May 8, 2026; Philadelphia, Pennsylvania, USA; Philadelphia Phillies starting pitcher Jesus Luzardo (44) reacts after allowing a walk against the Colorado Rockies in the fourth inning at Citizens Bank Park. Mandatory Credit: Kyle Ross-Imagn Images
PHILADELPHIA -- J.T. Realmuto hadn't laid down a sacrifice bunt since 2015.
So, it's no surprise that Don Mattingly wouldn't ask him to do it in extra innings in a May game against the Colorado Rockies.
The scenario: The Phillies had rallied from a six-run deficit to tie the game. In the top of the 10th, they forced the Rockies to strand their ghost runner on base, meaning the Phillies only needed one run to win in the bottom of the 10th. With Adolis Garcia the ghost runner, the Rockies intentionally waked the scorching hot Brandon Marsh to set up a force. That brought Realmuto to the plate.
The situation screamed sacrifice bunt. Get the winning run to third base with less than two outs. But Phillies interim manager Don Mattingly was in a decision pickle.
"Obviously, you want to move the runner," he said. "For me, it's hard to ask a guy to do something he doesn't really do. I think the bigger question is if it's something that we want to continue to work towards. Maybe it's something that in a game like that you would want to be able to do it. But it's hard for me to put a guy in a position to try to do something that he doesn't really do."
“It’s hard to me to ask a guy to do something he doesn’t normally really do”
Don Mattingly on why JT didn’t bunt.
(@MattWatsonMedia) pic.twitter.com/qF8MZFb3d5
Ahh, baseball and it's unwritten rules.
Never mind the fact that the Phillies are currently carrying three catchers, and one of them, Garrett Stubbs, is an excellent bunter. Because even though both backup catchers were available, Mattingly would rather take his chances with Realmuto to be able to advance the runner in another way - mostly because he can drive the ball to right field, and a fly ball to right would also get Garcia to third.
Realmuto did fly out to right, but it was way too shallow for Garcia to advance.
The Phillies didn't score. The Rockies got two in the 11th off of leaky reliever Brad Keller and the Phillies also left the tying runs on base in the bottom half, and they dropped a 9-7 decision to a team they should be beating easily.
Of course, they'd never have been in the position for Mattingly to make a managerial decision on bunting in extra innings had Jesus Luzardo looked anything like his two previous outings.
Instead, he was way off -- again.
For the fourth time in eight starts this season, Luzardo had an inning go sideways on him leading to an ugly pitching line.
In this one, it was a five-run fourth inning where seven consecutive batters reached base against him.
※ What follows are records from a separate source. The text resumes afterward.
"""Stopping data at decision and trial level: the per-trial design columns, the entry
points ``check_decisions`` and ``check_trials`` (each returns the typed frame when clean and
the report's statistics), and the statistics themselves."""

from __future__ import annotations

import numpy as np
import pandas as pd

from . import columns as C
from .checker import Checker, Column, add_sorted, factorize_optional, quoted_labels, sort_rows
from .checks_contests import check_contest, contest_rows
from .checks_limits import decision_rows, report_steps_beyond_limit, report_too_many_decisions
from .checks_pool import check_pool_columns, check_pool_rows, check_variant_contests, pool_rows
from .checks_sequences import (
    check_bank,
    check_config_changes,
    check_steps,
    in_trials_of,
    terminal_rows,
    trial_starts,
)
from .checks_sequential import SEQUENTIAL_COLUMNS, check_sequential

EXACT_ID = 2.0**53  # integer ids are compared as float64, exact below this magnitude


def check_design_columns(ch: Checker) -> dict[str, Column | None]:
    """Per-trial design columns (required p_survive and gain, optional start ... keep_bank)."""
    cols: dict[str, Column | None] = {}
    cols["subject"] = ch.key("subject", "a participant id")
    cols["trial"] = ch.numeric(
        "trial",
        True,
        "an integer trial id below 2^53 = 9007199254740992 in magnitude",
        integer=True,
        bounds=(-EXACT_ID, EXACT_ID, True, True),
    )
    cols["p_survive"] = ch.numeric(
        "p_survive",
        True,
        "a probability strictly between 0 and 1",
        # 0 is allowed (and checked in checks_pool) only where a pool has no good item left
        bounds=(0.0, 1.0, not ch.has("pool_size"), True),
        range_kind="p_survive_range",
    )
    cols["gain"] = ch.numeric(
        "gain",
        True,
        "a finite number > 0",
        bounds=(0.0, np.inf, True, False),
        range_kind="gain_range",
    )
    cols["start"] = ch.numeric(
        "start",
        False,
        "a finite number (the bank at step 0)",
        bounds=(-np.inf, np.inf, False, False),
    )
    cols["bust_keep"] = ch.numeric(
        "bust_keep", False, "a share between 0 and 1", bounds=(0.0, 1.0, False, False)
    )
    cols["task"] = ch.labels("task", C.TASKS, False, quoted_labels(C.TASKS))
    # a group may be empty on solo rows, so emptiness is checked with the contest rules
    cols["group"] = Column(*factorize_optional(ch.frame["group"])) if ch.has("group") else None
    cols["n_players"] = ch.numeric(
        "n_players", False, "an integer >= 1", integer=True, bounds=(1.0, np.inf, False, False)
    )
    cols["prize"] = ch.numeric(
        "prize", False, "a finite number >= 0", bounds=(0.0, np.inf, False, False)
    )
    cols["keep_bank"] = ch.numeric(
        "keep_bank", False, "0 or 1", integer=True, bounds=(0.0, 1.0, False, False)
    )
    return cols


def check_decisions(ch: Checker, allow_censored: bool) -> tuple[pd.DataFrame, dict]:
    ch.require(C.DECISION_REQUIRED)
    cols = check_design_columns(ch)
    step = ch.numeric(
        "step",
        True,
        "an integer >= 0 (successful draws so far)",
        integer=True,
        bounds=(0.0, np.inf, False, False),
        range_kind="step_negative",
    )
    action = ch.labels("action", C.ACTIONS, True, quoted_labels(C.ACTIONS))
    outcome = ch.labels(
        "outcome",
        C.OUTCOMES,
        False,
        f"{quoted_labels(C.OUTCOMES)} after a draw, empty after a stop",
    )
    bank = ch.numeric("bank", False, "a number (the bank before the decision)")
    cols.update(check_pool_columns(ch))
    check_pool_rows(ch, cols, step, action)
    if step is not None:
        report_steps_beyond_limit(ch.collector, ch.lines, "step", step.values, step.ok)
    draw_code, stop_code = C.ACTIONS.index("draw"), C.ACTIONS.index("stop")
    bust_code = C.OUTCOMES.index("bust")
    if action is not None and ch.has("outcome"):
        outcome_given = ~ch.empty_mask(ch.frame["outcome"])
        after_stop = np.flatnonzero((action.values == stop_code) & outcome_given)
        ch.collector.add_rows(
            "outcome_after_stop",
            ch.lines[after_stop],
            "outcome",
            ch.frame["outcome"].to_numpy()[after_stop],
            "an empty outcome after 'stop'",
        )
        no_outcome = np.flatnonzero((action.values == draw_code) & ~outcome_given)
        ch.collector.add_rows(
            "outcome_missing",
            ch.lines[no_outcome],
            "outcome",
            np.full(len(no_outcome), np.nan),
            f"{quoted_labels(C.OUTCOMES)} after a draw",
        )
    if bank is not None and step is not None:
        check_bank(ch, cols, step, bank)
    subject, trial = cols["subject"], cols["trial"]
    stats: dict = {}
    if subject is not None and trial is not None and step is not None:
        valid = subject.ok & trial.ok & step.ok
        rows = np.flatnonzero(valid)
        order = sort_rows(rows, subject.values, trial.values, step.values)
        new_trial, first = trial_starts(subject.values[order], trial.values[order])
        terminal = terminal_rows(action, outcome, stop_code, bust_code, order)
        hidden = subject.ok & trial.ok & ~step.ok
        uncertain = in_trials_of(hidden, subject.values, trial.values, order)
        check_steps(
            ch,
            step.values[order],
            order,
            new_trial,
            terminal,
            allow_censored or uncertain,
            action,
            outcome,
            draw_code,
        )
        check_config_changes(ch, cols, order, first, pool_rows(cols))
        contest = contest_rows(ch, cols)
        check_contest(ch, cols, subject.values, contest)
        check_variant_contests(ch, cols, contest)
        check_sequential(ch, cols, *_trial_keys(subject, trial), contest)
        stats = stopping_stats(ch, cols, subject.values, int(new_trial.sum()))
    integers = ("trial", "step", "n_players", "keep_bank", "pool_size", "pool_bad", "odds_known")
    clean = ch.clean_frame(integers) if ch.collector.ok else None
    return clean, stats


def _trial_keys(subject: Column, trial: Column) -> tuple[np.ndarray, np.ndarray]:
    """Subject and trial codes with -1 where the cell is invalid."""
    return (
        np.where(subject.ok, subject.values, -1),
        np.where(trial.ok, trial.values, -1),
    )


def distinct_values(values: np.ndarray, limit: int = 12) -> list[float]:
    return sorted(float(v) for v in pd.unique(values))[:limit]


def stopping_stats(
    ch: Checker, cols: dict[str, Column | None], subject: np.ndarray, n_trials: int
) -> dict:
    stats: dict = {"subjects": int(subject.max()) + 1 if len(subject) else 0, "trials": n_trials}
    p = cols.get("p_survive")
    if p is not None:
        stats["p_survive_values"] = distinct_values(p.values[p.ok])
    g = cols.get("gain")
    if g is not None:
        stats["gain_values"] = distinct_values(g.values[g.ok])
    task = cols.get("task")
    if task is not None:
        counts = np.bincount(task.values[task.ok], minlength=len(C.TASKS))
        stats["rows_by_task"] = {name: int(c) for name, c in zip(C.TASKS, counts)}
    known = (
        set(C.DECISION_REQUIRED)
        | set(C.TRIAL_REQUIRED)
        | set(C.OPTIONAL_STOPPING)
        | set(SEQUENTIAL_COLUMNS)
        | {C.CENSORED}
    )
    extra = [str(c) for c in ch.frame.columns if c not in known]
    if extra:
        stats["covariates"] = extra
    return stats


def check_trials(ch: Checker, allow_censored: bool) -> tuple[pd.DataFrame, dict]:
    ch.require(C.TRIAL_REQUIRED)
    cols = check_design_columns(ch)
    for name in C.POOL_COLUMNS:
        if ch.has(name):
            ch.collector.add(
                "wrong_format",
                1,
                name,
                name,
                "decision-level data (one row per decision) for draws from a pool: their "
                "p_survive is given per draw",
            )
    draws = ch.numeric(
        "draws",
        True,
        "an integer >= 0 (successful draws)",
        integer=True,
        bounds=(0.0, np.inf, False, False),
    )
    busted = ch.numeric(
        "busted",
        True,
        "0 or 1 (1 = the trial ended in a bust)",
        integer=True,
        bounds=(0.0, 1.0, False, False),
    )
    censored = ch.numeric(
        C.CENSORED,
        False,
        "0 or 1 (1 = the trial ended unfinished)",
        integer=True,
        bounds=(0.0, 1.0, False, False),
    )
    if draws is not None:
        report_steps_beyond_limit(ch.collector, ch.lines, "draws", draws.values, draws.ok)
        flags = censored.values if censored is not None else None
        report_too_many_decisions(ch.collector, decision_rows(draws.values, draws.ok, flags))
    if censored is not None:
        flagged = censored.ok & (censored.values == 1)
        if not allow_censored:
            idx = np.flatnonzero(flagged)
            ch.collector.add_rows(
                "unfinished_trial",
                ch.lines[idx],
                C.CENSORED,
                censored.values[idx],
                "0: censored trials are refused unless allow_censored=True (--allow-censored)",
            )
        draws = ch.frame["draws"] if ch.has("draws") else None
        if draws is not None:
            counts = pd.to_numeric(draws, errors="coerce").to_numpy(dtype=np.float64)
            none = np.flatnonzero(flagged & (counts == 0))
            ch.collector.add_rows(
                "value_range",
                ch.lines[none],
                "draws",
                counts[none],
                "at least 1 draw in a censored trial (a trial without any decision cannot be kept)",
            )
        if busted is not None:
            both = np.flatnonzero(flagged & busted.ok & (busted.values == 1))
            ch.collector.add_rows(
                "value_range",
                ch.lines[both],
                C.CENSORED,
                censored.values[both],
                "0 on a trial that busted",
            )
    subject, trial = cols["subject"], cols["trial"]
    stats: dict = {}
    if subject is not None and trial is not None:
        rows = np.flatnonzero(subject.ok & trial.ok)
        order = sort_rows(rows, subject.values, trial.values)
        s, t = subject.values[order], trial.values[order]
        dup = np.zeros(len(order), dtype=bool)
        dup[1:] = (s[1:] == s[:-1]) & (t[1:] == t[:-1])
        lines = ch.lines[order]
        add_sorted(
            ch,
            "duplicate_row",
            dup,
            order,
            "trial",
            t,
            lambda i: (
                f"one row per (subject, trial); line {lines[i - 1]} has the same subject and trial"
            ),
        )
        contest = contest_rows(ch, cols)
        check_contest(ch, cols, subject.values, contest)
        check_sequential(ch, cols, *_trial_keys(subject, trial), contest)
        stats = stopping_stats(ch, cols, subject.values, len(order))
    integers = ("trial", "draws", "busted", "n_players", "keep_bank", C.CENSORED)
    clean = ch.clean_frame(integers) if ch.collector.ok else None
    return clean, stats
That was the worst of the four.
Friday's fourth inning was more akin to back-to-back starts Luzardo made last season in late May and early June against Milwaukee and Toronto where he allowed 20 runs on 21 hits in a combined 5 2/3 innings.
Although his start earlier this season against Arizona imploded just as quickly, when he had a no-hitter through four innings only to have his fifth inning go single, walk, single, strikeout, single, single, strikeout, double, shower. He allowed five runs in that inning as well.
On Friday, it was the fourth inning. TJ Rumfield led off with a single to right field before Hunter Goodman hit the biggest of his four hits in the game -- a two-run blast down the left field line.
Hunter makes a deposit at the Bank! pic.twitter.com/5ub4l4WTnU
Luzardo was not happy with that outcome and promptly walked the next hitter, Brenton Doyle. The batter after that, Willi Castro, beat out a bunt base hit, and Luzardo was visibly perturbed. You could see the snowball running downhill.
Kyle Karros doubled. Ezequial Tovar singled and stole a base. Brett Sullivan walked.
Mattingly had seen enough.
"Obviously I'd like to right the ship ASAP," Luzardo said. "It's just frustrating at times. You feel like you make some good pitches and the hits today were on some really good pitches that they put some good swings on. But obviously the results have to be there. So, that's what we're chasing. I just got to be better."
Asked if there were any commonalities in the starts where he seems to be cruising before he gives up a monster inning, Luzardo was curt with his response.
"Nothing that sticks out," he said.
The Phillies need to find something in them, then. Because the Jekyll and Hyde nature of his outings can't continue. He looks like a Cy Young candidate in half of his starts and gets smacked around the yard in the other half.
There was one silver lining in the game, though. The Phillies overcame a 6-0 deficit and used a five-run rally of their own in the bottom of the eighth to tie the score. That rally was capped off by Justin Crawford's first Big League homer.
"It was really special," Crawford said. "I wish we would have won, but definitely it was a feeling in the moment that I will remember forever."